** Data for the task follows **
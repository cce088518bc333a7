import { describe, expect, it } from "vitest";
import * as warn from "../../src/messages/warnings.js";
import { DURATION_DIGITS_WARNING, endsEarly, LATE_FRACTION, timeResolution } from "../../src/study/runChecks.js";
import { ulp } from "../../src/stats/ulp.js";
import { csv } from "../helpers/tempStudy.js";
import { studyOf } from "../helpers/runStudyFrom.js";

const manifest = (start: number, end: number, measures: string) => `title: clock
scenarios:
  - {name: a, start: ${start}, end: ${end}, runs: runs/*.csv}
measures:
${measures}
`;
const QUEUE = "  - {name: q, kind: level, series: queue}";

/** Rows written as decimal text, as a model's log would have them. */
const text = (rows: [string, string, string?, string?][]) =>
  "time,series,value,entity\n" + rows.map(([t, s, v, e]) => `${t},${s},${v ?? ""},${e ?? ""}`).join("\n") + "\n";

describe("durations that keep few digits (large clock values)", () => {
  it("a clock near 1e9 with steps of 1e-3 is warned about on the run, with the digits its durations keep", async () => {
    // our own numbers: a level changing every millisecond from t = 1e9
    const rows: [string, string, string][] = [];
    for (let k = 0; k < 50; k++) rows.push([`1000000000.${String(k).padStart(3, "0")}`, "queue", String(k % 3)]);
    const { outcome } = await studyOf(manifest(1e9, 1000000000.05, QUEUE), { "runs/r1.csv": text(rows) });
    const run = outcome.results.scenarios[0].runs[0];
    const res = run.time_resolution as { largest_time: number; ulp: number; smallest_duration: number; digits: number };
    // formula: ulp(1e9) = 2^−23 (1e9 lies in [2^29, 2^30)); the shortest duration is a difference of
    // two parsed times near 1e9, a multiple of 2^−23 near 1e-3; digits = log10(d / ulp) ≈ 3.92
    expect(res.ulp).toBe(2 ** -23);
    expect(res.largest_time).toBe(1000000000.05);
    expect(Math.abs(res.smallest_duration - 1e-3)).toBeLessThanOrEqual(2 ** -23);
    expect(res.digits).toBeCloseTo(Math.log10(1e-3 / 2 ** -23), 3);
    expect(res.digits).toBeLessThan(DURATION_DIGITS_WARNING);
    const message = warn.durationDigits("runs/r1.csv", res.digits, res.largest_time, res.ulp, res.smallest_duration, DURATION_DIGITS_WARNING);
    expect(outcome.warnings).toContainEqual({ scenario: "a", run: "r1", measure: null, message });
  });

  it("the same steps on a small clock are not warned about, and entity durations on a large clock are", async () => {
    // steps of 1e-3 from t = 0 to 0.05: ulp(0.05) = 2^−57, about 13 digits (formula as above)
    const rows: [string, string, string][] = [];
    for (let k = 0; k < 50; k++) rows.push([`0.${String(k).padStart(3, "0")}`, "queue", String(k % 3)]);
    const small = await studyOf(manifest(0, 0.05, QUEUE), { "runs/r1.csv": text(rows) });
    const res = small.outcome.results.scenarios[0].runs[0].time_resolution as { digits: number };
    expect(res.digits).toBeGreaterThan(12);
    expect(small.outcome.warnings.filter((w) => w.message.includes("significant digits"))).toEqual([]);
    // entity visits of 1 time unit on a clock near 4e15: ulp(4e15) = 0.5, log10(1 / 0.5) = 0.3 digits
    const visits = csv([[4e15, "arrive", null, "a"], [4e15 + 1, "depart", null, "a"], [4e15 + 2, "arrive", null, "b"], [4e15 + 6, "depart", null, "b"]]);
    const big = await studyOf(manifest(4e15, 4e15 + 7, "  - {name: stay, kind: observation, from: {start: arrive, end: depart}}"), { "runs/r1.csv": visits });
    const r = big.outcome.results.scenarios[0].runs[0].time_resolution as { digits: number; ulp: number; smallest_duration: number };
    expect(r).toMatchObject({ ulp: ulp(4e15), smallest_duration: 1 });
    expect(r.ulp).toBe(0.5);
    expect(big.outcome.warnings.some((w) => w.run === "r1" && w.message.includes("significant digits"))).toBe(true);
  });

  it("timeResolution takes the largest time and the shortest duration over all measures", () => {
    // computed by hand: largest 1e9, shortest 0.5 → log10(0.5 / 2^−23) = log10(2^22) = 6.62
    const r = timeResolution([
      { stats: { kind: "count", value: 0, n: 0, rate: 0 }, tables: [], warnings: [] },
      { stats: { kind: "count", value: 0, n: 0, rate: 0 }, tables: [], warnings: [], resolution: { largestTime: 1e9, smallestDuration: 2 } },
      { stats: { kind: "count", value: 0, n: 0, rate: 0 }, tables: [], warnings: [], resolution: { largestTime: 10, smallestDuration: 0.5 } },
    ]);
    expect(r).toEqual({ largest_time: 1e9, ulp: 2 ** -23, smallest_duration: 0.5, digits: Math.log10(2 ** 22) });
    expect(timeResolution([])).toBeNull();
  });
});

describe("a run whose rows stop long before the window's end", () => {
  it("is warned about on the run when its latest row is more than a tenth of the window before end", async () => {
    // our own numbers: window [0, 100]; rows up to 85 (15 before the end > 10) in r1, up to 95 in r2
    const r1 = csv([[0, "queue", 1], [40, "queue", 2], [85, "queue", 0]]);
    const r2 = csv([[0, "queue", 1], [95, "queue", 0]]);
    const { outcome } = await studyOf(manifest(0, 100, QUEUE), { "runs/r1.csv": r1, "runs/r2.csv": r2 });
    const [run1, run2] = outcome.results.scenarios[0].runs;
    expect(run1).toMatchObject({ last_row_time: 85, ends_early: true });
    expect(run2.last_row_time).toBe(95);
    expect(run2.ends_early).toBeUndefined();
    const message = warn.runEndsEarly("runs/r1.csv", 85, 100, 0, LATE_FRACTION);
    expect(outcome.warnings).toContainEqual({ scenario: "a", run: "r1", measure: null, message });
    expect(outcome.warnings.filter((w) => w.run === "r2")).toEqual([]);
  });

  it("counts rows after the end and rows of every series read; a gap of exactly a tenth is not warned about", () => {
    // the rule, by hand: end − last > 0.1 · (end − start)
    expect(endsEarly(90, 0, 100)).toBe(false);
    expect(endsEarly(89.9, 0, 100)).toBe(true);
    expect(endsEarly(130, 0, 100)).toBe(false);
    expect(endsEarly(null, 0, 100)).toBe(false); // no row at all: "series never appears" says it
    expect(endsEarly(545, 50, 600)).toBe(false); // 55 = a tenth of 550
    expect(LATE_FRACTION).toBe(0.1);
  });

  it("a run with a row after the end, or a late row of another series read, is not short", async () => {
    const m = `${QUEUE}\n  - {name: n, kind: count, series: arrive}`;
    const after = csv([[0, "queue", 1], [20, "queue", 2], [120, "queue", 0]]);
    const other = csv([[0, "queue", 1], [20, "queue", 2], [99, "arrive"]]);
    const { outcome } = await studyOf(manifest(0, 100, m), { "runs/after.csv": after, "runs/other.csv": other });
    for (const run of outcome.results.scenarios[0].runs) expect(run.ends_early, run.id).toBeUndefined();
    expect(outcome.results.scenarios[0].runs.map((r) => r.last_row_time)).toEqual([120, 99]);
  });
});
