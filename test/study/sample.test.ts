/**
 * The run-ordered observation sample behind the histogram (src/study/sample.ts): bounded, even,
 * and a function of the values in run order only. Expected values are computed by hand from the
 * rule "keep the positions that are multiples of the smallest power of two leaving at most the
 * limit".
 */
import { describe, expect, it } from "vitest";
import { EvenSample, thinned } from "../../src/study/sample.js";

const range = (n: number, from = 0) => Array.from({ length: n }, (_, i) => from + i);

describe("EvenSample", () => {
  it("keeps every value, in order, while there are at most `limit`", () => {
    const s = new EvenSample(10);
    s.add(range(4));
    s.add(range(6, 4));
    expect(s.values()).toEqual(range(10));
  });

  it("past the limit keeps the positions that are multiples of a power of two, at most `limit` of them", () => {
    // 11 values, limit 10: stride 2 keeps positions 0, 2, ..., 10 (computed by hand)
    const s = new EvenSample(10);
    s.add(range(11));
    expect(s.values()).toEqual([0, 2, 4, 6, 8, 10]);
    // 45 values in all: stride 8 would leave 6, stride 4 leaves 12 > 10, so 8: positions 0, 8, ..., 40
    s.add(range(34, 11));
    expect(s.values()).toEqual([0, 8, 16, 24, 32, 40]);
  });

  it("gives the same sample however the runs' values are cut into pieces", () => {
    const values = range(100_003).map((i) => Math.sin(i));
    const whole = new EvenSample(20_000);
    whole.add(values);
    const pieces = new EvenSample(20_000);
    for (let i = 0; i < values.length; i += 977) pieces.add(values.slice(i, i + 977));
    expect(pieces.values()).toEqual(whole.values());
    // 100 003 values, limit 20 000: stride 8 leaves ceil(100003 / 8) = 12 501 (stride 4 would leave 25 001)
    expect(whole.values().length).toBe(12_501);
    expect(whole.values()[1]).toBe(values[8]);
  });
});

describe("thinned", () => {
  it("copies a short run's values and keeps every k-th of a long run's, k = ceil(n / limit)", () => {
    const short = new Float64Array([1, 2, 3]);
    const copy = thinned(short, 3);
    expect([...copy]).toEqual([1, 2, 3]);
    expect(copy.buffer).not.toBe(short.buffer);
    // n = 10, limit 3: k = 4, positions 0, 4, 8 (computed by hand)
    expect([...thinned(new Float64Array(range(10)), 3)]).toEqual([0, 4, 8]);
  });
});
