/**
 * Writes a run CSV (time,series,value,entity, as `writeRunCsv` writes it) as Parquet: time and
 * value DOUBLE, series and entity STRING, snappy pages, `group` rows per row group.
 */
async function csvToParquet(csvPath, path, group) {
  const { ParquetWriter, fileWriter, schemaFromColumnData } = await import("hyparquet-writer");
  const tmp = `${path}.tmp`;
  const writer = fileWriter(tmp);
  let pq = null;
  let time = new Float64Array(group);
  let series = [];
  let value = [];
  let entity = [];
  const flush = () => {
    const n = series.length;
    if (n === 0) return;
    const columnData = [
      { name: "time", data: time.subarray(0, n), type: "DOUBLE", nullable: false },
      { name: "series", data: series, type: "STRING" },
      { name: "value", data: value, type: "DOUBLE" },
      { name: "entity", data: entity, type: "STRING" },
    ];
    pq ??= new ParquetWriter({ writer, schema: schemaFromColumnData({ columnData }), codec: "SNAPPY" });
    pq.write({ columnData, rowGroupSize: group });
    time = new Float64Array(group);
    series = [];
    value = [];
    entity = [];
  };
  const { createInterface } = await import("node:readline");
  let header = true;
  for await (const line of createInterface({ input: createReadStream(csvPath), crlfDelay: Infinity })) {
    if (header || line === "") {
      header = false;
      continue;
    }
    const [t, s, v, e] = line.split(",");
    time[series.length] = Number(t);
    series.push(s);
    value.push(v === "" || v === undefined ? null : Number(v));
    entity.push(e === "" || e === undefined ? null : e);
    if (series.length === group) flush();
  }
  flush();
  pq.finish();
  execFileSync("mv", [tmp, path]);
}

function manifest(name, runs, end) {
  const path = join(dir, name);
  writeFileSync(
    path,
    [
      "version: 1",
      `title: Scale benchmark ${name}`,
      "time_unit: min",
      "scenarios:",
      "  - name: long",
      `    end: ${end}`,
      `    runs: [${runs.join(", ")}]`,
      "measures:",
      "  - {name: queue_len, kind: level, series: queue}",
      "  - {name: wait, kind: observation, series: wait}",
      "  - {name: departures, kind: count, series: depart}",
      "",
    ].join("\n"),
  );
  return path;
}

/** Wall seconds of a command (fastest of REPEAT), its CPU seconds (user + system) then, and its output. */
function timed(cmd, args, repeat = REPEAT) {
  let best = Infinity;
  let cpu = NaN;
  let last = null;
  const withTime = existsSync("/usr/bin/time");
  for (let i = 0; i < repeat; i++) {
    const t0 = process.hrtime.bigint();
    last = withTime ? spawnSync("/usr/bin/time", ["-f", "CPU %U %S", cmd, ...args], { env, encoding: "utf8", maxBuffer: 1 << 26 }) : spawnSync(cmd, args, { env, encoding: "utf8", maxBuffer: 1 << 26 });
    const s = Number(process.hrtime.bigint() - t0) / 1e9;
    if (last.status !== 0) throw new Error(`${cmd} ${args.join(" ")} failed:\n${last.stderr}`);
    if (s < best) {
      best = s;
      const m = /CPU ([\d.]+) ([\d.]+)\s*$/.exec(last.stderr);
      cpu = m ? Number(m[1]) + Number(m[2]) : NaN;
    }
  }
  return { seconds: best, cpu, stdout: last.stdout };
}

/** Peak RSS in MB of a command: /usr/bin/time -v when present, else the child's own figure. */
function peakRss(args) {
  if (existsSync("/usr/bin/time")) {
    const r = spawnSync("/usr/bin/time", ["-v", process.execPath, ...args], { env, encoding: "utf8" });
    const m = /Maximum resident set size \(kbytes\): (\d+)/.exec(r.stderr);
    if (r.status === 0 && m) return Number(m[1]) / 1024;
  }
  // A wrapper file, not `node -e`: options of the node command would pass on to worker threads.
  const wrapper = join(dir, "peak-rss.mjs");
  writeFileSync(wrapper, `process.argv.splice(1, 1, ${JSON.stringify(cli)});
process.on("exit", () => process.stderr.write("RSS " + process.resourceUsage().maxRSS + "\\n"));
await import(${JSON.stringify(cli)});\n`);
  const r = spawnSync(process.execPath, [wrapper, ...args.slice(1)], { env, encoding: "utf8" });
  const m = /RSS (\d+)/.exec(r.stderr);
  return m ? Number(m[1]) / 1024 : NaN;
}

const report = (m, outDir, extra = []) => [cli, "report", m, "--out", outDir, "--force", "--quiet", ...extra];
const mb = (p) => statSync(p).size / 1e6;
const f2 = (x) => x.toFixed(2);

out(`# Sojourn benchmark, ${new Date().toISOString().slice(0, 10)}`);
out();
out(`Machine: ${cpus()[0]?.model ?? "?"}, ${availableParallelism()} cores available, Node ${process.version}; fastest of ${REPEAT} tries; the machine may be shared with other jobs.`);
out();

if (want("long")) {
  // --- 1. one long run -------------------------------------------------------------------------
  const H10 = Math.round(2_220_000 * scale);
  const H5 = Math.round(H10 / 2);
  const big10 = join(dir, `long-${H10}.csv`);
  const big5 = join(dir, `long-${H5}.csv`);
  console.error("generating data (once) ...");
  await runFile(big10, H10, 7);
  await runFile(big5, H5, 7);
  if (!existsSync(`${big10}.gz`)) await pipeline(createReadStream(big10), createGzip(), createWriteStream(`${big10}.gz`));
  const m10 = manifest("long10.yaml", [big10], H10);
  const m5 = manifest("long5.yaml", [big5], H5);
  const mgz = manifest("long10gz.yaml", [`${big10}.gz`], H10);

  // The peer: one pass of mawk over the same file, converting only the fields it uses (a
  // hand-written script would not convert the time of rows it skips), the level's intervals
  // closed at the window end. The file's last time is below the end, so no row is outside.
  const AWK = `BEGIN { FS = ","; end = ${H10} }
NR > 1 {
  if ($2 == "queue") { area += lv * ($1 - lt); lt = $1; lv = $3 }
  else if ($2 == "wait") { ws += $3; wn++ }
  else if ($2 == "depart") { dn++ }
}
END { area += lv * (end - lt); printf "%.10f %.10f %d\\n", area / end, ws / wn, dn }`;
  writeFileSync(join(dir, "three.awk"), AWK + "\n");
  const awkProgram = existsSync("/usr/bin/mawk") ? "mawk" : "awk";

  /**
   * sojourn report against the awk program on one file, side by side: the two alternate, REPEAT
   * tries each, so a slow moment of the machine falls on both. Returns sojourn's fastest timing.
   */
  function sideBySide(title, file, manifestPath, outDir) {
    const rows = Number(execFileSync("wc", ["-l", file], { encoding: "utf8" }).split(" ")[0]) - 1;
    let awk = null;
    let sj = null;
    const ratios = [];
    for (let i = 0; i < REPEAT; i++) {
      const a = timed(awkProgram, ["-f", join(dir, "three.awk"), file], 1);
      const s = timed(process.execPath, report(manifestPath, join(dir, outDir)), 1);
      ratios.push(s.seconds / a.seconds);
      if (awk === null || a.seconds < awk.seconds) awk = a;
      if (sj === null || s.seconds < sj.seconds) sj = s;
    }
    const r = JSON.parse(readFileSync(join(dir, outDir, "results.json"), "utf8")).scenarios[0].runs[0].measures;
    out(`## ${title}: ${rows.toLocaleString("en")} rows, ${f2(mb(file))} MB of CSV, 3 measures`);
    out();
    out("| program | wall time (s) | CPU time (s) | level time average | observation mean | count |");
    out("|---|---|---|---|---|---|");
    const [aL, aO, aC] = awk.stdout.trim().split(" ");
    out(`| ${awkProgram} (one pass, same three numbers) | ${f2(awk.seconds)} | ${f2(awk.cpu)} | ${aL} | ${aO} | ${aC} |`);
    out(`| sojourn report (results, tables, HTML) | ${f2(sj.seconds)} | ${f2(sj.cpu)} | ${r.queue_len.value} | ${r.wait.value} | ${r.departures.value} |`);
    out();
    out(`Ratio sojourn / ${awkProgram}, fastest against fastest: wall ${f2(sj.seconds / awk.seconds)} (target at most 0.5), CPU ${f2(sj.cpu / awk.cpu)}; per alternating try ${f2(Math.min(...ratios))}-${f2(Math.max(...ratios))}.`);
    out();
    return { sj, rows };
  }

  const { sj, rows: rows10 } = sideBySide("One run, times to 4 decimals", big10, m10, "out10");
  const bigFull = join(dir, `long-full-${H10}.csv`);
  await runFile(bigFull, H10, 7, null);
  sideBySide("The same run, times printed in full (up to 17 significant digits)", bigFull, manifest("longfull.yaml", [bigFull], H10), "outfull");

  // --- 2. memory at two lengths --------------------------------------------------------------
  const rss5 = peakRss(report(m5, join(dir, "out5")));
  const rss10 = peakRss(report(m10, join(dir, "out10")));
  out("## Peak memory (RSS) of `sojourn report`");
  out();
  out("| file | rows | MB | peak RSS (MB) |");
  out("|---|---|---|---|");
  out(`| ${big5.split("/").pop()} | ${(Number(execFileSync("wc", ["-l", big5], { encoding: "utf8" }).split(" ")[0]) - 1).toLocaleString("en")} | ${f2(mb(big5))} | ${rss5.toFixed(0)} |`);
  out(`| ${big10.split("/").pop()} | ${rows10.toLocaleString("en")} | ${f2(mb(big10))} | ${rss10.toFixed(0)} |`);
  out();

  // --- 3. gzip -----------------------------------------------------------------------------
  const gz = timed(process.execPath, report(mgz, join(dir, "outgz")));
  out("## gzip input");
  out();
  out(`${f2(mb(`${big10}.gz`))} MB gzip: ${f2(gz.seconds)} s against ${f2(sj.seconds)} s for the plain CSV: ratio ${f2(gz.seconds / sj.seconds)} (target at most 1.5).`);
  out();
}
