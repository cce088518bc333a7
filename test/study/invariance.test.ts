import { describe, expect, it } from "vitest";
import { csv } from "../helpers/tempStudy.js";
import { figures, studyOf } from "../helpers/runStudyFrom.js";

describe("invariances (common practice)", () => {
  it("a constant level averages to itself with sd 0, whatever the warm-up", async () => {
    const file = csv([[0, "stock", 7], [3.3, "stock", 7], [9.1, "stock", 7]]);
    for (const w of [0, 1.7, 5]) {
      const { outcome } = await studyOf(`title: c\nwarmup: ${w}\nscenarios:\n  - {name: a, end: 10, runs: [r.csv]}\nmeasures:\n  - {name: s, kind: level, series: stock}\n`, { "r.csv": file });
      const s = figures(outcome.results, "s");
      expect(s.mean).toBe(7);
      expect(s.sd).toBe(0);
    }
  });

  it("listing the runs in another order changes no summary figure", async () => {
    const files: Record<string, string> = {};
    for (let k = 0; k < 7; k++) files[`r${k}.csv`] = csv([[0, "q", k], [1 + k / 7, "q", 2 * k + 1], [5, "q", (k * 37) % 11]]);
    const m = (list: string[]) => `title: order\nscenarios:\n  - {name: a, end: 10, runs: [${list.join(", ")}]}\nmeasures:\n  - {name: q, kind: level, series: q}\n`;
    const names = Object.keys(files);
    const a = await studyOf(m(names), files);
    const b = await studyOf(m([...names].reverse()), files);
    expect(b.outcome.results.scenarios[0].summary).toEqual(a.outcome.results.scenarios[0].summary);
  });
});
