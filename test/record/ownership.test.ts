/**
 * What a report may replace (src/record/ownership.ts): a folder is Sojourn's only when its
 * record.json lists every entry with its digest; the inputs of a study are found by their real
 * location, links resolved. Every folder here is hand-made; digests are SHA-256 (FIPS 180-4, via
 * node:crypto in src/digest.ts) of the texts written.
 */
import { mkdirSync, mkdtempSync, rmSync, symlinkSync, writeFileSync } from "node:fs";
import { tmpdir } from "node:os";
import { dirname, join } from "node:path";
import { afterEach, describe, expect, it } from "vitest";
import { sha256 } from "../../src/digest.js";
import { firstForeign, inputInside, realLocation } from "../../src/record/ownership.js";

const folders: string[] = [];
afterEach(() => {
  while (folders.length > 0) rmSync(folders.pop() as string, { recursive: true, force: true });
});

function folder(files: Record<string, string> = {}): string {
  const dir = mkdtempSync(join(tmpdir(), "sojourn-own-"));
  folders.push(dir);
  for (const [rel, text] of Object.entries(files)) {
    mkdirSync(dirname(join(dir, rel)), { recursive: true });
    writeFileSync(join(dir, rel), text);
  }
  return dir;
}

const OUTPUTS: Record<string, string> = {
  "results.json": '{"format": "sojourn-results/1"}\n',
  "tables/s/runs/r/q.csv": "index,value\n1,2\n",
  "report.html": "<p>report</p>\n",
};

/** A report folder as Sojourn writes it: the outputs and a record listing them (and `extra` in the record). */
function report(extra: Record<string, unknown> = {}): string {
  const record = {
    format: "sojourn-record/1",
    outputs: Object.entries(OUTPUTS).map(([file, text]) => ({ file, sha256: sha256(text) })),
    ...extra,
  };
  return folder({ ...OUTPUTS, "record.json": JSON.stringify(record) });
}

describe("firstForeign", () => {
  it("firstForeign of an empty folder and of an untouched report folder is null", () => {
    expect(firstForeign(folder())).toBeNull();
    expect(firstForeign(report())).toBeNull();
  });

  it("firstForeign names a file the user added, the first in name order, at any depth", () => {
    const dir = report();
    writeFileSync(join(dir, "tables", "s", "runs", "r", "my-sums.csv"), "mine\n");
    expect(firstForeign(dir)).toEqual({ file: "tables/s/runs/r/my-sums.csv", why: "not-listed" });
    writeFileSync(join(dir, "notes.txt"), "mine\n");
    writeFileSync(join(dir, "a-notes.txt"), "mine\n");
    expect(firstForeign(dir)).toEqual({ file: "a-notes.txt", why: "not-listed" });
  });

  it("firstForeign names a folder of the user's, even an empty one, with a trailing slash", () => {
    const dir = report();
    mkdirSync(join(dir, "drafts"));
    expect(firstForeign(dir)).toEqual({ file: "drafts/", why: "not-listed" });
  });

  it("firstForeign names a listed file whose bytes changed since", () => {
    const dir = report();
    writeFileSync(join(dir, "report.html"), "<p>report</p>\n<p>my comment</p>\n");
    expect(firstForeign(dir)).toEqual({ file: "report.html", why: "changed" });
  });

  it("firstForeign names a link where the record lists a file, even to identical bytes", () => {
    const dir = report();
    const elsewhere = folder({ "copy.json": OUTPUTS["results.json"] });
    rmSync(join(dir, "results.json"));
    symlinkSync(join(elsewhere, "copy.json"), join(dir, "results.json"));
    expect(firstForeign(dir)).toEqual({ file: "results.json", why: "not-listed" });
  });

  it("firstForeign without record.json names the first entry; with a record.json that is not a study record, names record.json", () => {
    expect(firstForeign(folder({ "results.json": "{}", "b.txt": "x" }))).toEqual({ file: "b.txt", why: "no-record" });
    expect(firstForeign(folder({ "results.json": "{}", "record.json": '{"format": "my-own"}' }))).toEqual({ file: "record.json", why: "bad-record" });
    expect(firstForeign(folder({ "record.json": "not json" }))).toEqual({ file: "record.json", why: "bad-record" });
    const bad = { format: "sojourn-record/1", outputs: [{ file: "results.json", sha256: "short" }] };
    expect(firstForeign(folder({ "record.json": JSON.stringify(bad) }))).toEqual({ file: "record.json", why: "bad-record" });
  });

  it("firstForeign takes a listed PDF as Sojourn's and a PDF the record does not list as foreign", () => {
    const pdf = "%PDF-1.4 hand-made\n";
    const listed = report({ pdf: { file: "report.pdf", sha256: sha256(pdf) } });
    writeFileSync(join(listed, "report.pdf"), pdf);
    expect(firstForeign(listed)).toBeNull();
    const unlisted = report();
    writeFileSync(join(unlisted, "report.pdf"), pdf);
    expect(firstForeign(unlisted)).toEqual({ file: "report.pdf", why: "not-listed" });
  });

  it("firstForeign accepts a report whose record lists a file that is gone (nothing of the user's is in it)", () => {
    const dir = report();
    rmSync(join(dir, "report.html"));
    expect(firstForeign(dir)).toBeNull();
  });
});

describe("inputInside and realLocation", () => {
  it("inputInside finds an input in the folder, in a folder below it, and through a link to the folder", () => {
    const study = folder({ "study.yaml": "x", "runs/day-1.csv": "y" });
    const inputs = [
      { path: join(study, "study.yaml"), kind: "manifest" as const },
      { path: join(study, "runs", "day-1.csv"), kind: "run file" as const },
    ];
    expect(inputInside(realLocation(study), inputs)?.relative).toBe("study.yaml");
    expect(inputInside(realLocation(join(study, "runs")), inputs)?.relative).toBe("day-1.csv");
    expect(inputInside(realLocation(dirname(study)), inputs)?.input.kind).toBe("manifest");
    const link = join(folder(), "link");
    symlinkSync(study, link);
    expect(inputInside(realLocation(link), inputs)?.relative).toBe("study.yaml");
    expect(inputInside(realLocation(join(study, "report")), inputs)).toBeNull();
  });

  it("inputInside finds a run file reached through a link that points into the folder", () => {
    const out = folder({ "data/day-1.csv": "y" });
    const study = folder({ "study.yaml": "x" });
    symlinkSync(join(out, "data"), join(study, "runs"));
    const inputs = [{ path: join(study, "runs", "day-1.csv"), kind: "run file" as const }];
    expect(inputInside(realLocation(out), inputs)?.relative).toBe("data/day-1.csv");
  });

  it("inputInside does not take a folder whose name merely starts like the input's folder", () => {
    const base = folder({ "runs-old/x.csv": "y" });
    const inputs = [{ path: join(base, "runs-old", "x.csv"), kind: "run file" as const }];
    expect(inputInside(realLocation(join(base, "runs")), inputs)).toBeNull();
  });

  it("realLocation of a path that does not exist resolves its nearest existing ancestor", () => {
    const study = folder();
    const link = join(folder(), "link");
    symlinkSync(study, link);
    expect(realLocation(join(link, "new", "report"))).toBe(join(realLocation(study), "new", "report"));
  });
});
** End of Data for the task **
Problem details: Copy the records above exactly, from the first line through the line containing "that keep few", and include nothing else.

Response to the task:
repository cce088518bc333a7
import { describe, expect, it } from "vitest";
import * as warn from "../../src/messages/warnings.js";
import { DURATION_DIGITS_WARNING, endsEarly, LATE_FRACTION, timeResolution } from "../../src/study/runChecks.js";
import { ulp } from "../../src/stats/ulp.js";
import { csv } from "../helpers/tempStudy.js";
import { studyOf } from "../helpers/runStudyFrom.js";

const manifest = (start: number, end: number, measures: string) => `title: clock
scenarios:
  - {name: a, start: ${start}, end: ${end}, runs: runs/*.csv}
measures:
${measures}
`;
const QUEUE = "  - {name: q, kind: level, series: queue}";

/** Rows written as decimal text, as a model's log would have them. */
const text = (rows: [string, string, string?, string?][]) =>
  "time,series,value,entity\n" + rows.map(([t, s, v, e]) => `${t},${s},${v ?? ""},${e ?? ""}`).join("\n") + "\n";

describe("durations that keep few digits (large clock values)", () => {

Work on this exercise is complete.